■ The data:

□ □ □ □ □

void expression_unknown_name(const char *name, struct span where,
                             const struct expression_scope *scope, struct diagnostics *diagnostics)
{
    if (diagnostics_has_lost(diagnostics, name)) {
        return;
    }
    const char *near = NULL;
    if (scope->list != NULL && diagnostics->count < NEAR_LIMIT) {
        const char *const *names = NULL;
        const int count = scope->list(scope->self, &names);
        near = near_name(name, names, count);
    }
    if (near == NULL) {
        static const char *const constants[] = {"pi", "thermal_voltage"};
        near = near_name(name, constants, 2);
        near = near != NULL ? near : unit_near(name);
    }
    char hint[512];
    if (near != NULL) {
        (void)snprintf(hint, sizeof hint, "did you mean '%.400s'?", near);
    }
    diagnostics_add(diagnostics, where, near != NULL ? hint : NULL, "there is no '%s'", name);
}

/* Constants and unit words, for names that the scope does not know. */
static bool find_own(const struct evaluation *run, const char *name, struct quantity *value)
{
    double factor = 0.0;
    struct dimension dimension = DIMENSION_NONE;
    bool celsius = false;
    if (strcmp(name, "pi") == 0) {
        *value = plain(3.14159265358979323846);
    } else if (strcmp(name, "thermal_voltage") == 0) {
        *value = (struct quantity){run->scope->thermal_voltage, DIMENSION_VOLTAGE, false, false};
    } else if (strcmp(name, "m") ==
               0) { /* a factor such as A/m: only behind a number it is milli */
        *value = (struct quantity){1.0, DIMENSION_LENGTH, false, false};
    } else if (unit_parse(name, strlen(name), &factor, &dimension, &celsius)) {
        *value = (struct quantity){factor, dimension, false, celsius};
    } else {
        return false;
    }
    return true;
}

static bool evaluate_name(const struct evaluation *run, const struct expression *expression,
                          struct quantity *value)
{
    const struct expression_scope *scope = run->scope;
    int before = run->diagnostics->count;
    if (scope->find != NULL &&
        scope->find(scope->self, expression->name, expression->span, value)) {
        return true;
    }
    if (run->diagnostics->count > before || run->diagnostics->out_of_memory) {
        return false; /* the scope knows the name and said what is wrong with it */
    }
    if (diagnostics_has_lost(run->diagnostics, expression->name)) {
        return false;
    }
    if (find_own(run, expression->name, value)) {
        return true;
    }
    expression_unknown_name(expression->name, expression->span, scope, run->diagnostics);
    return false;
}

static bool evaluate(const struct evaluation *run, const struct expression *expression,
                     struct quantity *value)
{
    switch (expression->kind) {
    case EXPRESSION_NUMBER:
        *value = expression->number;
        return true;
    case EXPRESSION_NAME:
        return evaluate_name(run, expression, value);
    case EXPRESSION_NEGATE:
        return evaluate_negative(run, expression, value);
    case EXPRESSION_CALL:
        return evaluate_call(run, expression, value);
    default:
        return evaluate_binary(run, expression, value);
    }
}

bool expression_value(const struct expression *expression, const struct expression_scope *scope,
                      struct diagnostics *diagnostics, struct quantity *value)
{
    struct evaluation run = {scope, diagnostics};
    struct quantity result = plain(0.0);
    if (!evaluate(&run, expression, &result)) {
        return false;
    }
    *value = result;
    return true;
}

□ □ □ □ □

■ What is expected: The expected output is each line of the records above that includes the word "static".

■ Solved exercise:
        static const char *const constants[] = {"pi", "thermal_voltage"};
static bool find_own(const struct evaluation *run, const char *name, struct quantity *value)
static bool evaluate_name(const struct evaluation *run, const struct expression *expression,
static bool evaluate(const struct evaluation *run, const struct expression *expression,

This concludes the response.